(RECORDS Opens)

/**
 * An independent Merkel integration for generating tower rating points in tests: this file's own
 * saturated-air enthalpy and a fine Simpson rule, not the engine's code.
 */
// The rating points are generated here by an independent Merkel integration (this file's own saturated-air
// enthalpy and a fine Simpson rule), not with the code under test.
export const P = 101325;
const CPW = 4.186; // kJ/(kg·K), liquid water near 30 °C [memory: 4.18 kJ/(kg·K) in ASHRAE Fundamentals ch.1 tables]

/** Saturation pressure over liquid water, Pa: Hyland–Wexler, ASHRAE Handbook—Fundamentals (2017) ch.1 eq. 6. */
function pws(tC: number): number {
  const T = tC + 273.15;
  return Math.exp(-5.8002206e3 / T + 1.3914993 - 4.8640239e-2 * T + 4.1764768e-5 * T * T - 1.4452093e-8 * T ** 3 + 6.5459673 * Math.log(T));
}
/** Saturated-air enthalpy, kJ/kg dry air: W = 0.621945·pws/(p − pws), h = 1.006·t + W·(2501 + 1.86·t) (ch.1 eq. 20, 32). */
export function hs(tC: number): number {
  const p = pws(tC);
  const w = (0.621945 * p) / (P - p);
  return 1.006 * tC + w * (2501 + 1.86 * tC);
}
/** Merkel demand by composite Simpson with 4000 intervals, ha,in = hs(wet-bulb) (CTI practice). */
function merkel(coldC: number, rangeK: number, lg: number, wbC: number): number {
  const n = 4000;
  const h = rangeK / n;
  const hin = hs(wbC);
  let s = 0;
  for (let i = 0; i <= n; i++) {
    const dt = i * h;
    const w = i === 0 || i === n ? 1 : i % 2 ? 4 : 2;
    s += w / (hs(coldC + dt) - hin - lg * CPW * dt);
  }
  return ((CPW * h) / 3) * s;
}
/** The cold water a tower of characteristic C·(L/G)^−n gives at a range, wet-bulb and L/G: bisection on demand = supply. */
export function coldWater(c: number, n: number, lg: number, rangeK: number, wbC: number): number {
  const supply = c * Math.pow(lg, -n);
  let lo = wbC + 0.05;
  let hi = wbC + 30;
  for (let k = 0; k < 80; k++) {
    const mid = (lo + hi) / 2;
    const d = merkel(mid, rangeK, lg, wbC);
    // Demand falls as the cold water rises (a larger approach is easier).
    if (!Number.isFinite(d) || d > supply) lo = mid;
    else hi = mid;
  }
  return (lo + hi) / 2;
}

export const F = (f: number) => ((f - 32) * 5) / 9;

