import { describe, expect, it } from "vitest";
import {
  CONDENSER_CONSTRUCTIONS,
  CONDENSER_CONSTRUCTION_DEFAULTS,
  type Sourced,
  constructionChargeKgPerKW,
  constructionWarnings,
  defaultCondenserMaterial,
} from "@/lib/engine/condenser-construction";
import { condenserInventoryKg, inventoryCautions } from "@/lib/engine/refrigerant-inventory";
import { globalWarmingPotential100 } from "@/lib/engine/refrigerants";
import { fromSI } from "@/lib/units";

function isSourced(v: unknown): v is Sourced<unknown> {
  return typeof v === "object" && v !== null && "value" in v && "source" in v;
}

describe("condenser construction defaults", () => {
  it.each(CONDENSER_CONSTRUCTIONS)("%s: every default carries a source; every number a [practice]/[memory] tag or a reason", (c) => {
    const d = CONDENSER_CONSTRUCTION_DEFAULTS[c];
    const entries: [string, Sourced<unknown>][] = [];
    for (const [k, v] of Object.entries(d)) {
      if (isSourced(v)) entries.push([k, v]);
      else if (typeof v === "object" && v !== null)
        for (const [k2, v2] of Object.entries(v)) if (isSourced(v2)) entries.push([`${k}.${k2}`, v2]);
    }
    // 17 sourced defaults per construction: 15 top-level and the material for ammonia and for halocarbons.
    expect(entries.length).toBe(17);
    for (const [key, s] of entries) {
      expect(s.source.trim().length, key).toBeGreaterThan(2);
      const numeric = typeof s.value === "number" && s.value > 0;
      if (numeric) expect(s.source, key).toMatch(/\[(practice|memory)\]/);
    }
  });

  it("the clean U default lies inside its stated range", () => {
    for (const c of CONDENSER_CONSTRUCTIONS) {
      const d = CONDENSER_CONSTRUCTION_DEFAULTS[c];
      const [lo, hi] = d.cleanURangeWPerM2K.value;
      expect(d.cleanUWPerM2K.value).toBeGreaterThanOrEqual(lo);
      expect(d.cleanUWPerM2K.value).toBeLessThanOrEqual(hi);
    }
  });

  it("eddy-current testing applies to tubes only", () => {
    for (const c of CONDENSER_CONSTRUCTIONS) {
      const isTubes = c === "shellAndTube";
      expect(CONDENSER_CONSTRUCTION_DEFAULTS[c].inspectionMethod.value === "eddyCurrentTesting").toBe(isTubes);
    }
  });

  it("chooses steel for ammonia and copper alloys for halocarbons in a shell-and-tube condenser (common practice, no source)", () => {
    expect(defaultCondenserMaterial("shellAndTube", "R717")).toBe("carbonSteel");
    expect(defaultCondenserMaterial("shellAndTube", "R134a")).toBe("copperAlloy");
    expect(defaultCondenserMaterial("brazedPlate", "R717")).toBe("stainlessNickelBrazed");
  });
});

describe("construction warnings", () => {
  // Literal table: construction on open-tower water → the plate/welded warning expected.
  const expected: Record<string, boolean> = { shellAndTube: false, plateAndFrame: true, plateAndShell: true, brazedPlate: true };
  it.each(CONDENSER_CONSTRUCTIONS)("%s on open-tower water", (c) => {
    const codes = constructionWarnings({
      construction: c,
      material: "stainlessSteel",
      refrigerant: "R717",
      waterSide: "openTower",
      designHeatKW: 300,
      path: "options.0.condenser",
      optionId: "direct",
    }).map((w) => w.code);
    expect(codes.includes("condenser.plateOnOpenTowerWater")).toBe(expected[c]);
  });

  it("no plate warning on a closed loop; copper with ammonia warns; copper with R-134a does not", () => {
    const base = { construction: "plateAndFrame" as const, refrigerant: "R717" as const, designHeatKW: 300, path: "p" };
    expect(constructionWarnings({ ...base, material: "stainlessSteel", waterSide: "closedLoop" })).toEqual([]);
    expect(constructionWarnings({ ...base, construction: "shellAndTube", material: "copperAlloy", waterSide: "closedLoop" }).map((w) => w.code)).toEqual([
      "condenser.copperWithAmmonia",
    ]);
    expect(constructionWarnings({ ...base, refrigerant: "R134a", construction: "shellAndTube", material: "copperAlloy", waterSide: "closedLoop" })).toEqual([]);
    expect(constructionWarnings({ ...base, construction: "brazedPlate", material: "stainlessCopperBrazed", waterSide: "closedLoop" }).map((w) => w.code)).toContain(
      "condenser.copperWithAmmonia",
    );
  });
});

describe("refrigerant inventory", () => {
  it("matches the stated charge per kW (hand calculation)", () => {
    // Stated defaults: shell-and-tube 0.08, plate-and-frame 0.03, plate-and-shell 0.02, brazed 0.015 kg NH3/kW.
    expect(condenserInventoryKg(1000, constructionChargeKgPerKW("shellAndTube", "R717"))).toBeCloseTo(80, 9);
    expect(condenserInventoryKg(1000, constructionChargeKgPerKW("plateAndFrame", "R717"))).toBeCloseTo(30, 9);
    expect(condenserInventoryKg(1000, constructionChargeKgPerKW("plateAndShell", "R717"))).toBeCloseTo(20, 9);
    expect(condenserInventoryKg(200, constructionChargeKgPerKW("brazedPlate", "R717"))).toBeCloseTo(3, 9);
    // R-134a held in the same liquid volume: 0.08 × 1168/588 kg/kW (stated liquid densities) × 1000 kW = 158.91 kg.
    expect(condenserInventoryKg(1000, constructionChargeKgPerKW("shellAndTube", "R134a"))).toBeCloseTo(158.912, 3);
    // 80 kg = 176.37 lb (1 lb = 0.45359237 kg exactly, NIST SP 811).
    expect(fromSI("massKg", 80, "IP")).toBeCloseTo(176.3698, 3);
  });

  it("shows the ammonia caution always and a threshold caution only at or above it", () => {
    const small = inventoryCautions({ refrigerant: "R717", inventoryKg: 80, gwp: 0 }).map((w) => w.code);
    expect(small).toEqual(["caution.ammonia"]);
    // 10,000 lb = 4,535.9 kg [memory: 29 CFR 1910.119 App. A and 40 CFR 68 threshold for anhydrous ammonia]
    const big = inventoryCautions({ refrigerant: "R717", inventoryKg: 4600, gwp: 0 }).map((w) => w.code);
    expect(big.filter((c) => c === "caution.refrigerantThreshold").length).toBe(2);
    // R-134a: 3 kg × 1300 = 3.9 t CO2e (< 5 t) and < 50 lb: nothing; 25 kg: both the 50 lb and the 5 t CO2e rules.
    const gwp = globalWarmingPotential100("R134a", "AR5");
    expect(inventoryCautions({ refrigerant: "R134a", inventoryKg: 3, gwp })).toEqual([]);
    expect(inventoryCautions({ refrigerant: "R134a", inventoryKg: 25, gwp }).length).toBe(2);
  });
});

(RECORDS Closes)

TASK TO CARRY OUT
What is asked for is an exact copy of the lines above from the one containing "the engine's code." through the one containing "export const P = 101325;", and only those.

RESPONSE TO THE TASK
 * saturated-air enthalpy and a fine Simpson rule, not the engine's code.
 */
// The rating points are generated here by an independent Merkel integration (this file's own saturated-air
// enthalpy and a fine Simpson rule), not with the code under test.
export const P = 101325;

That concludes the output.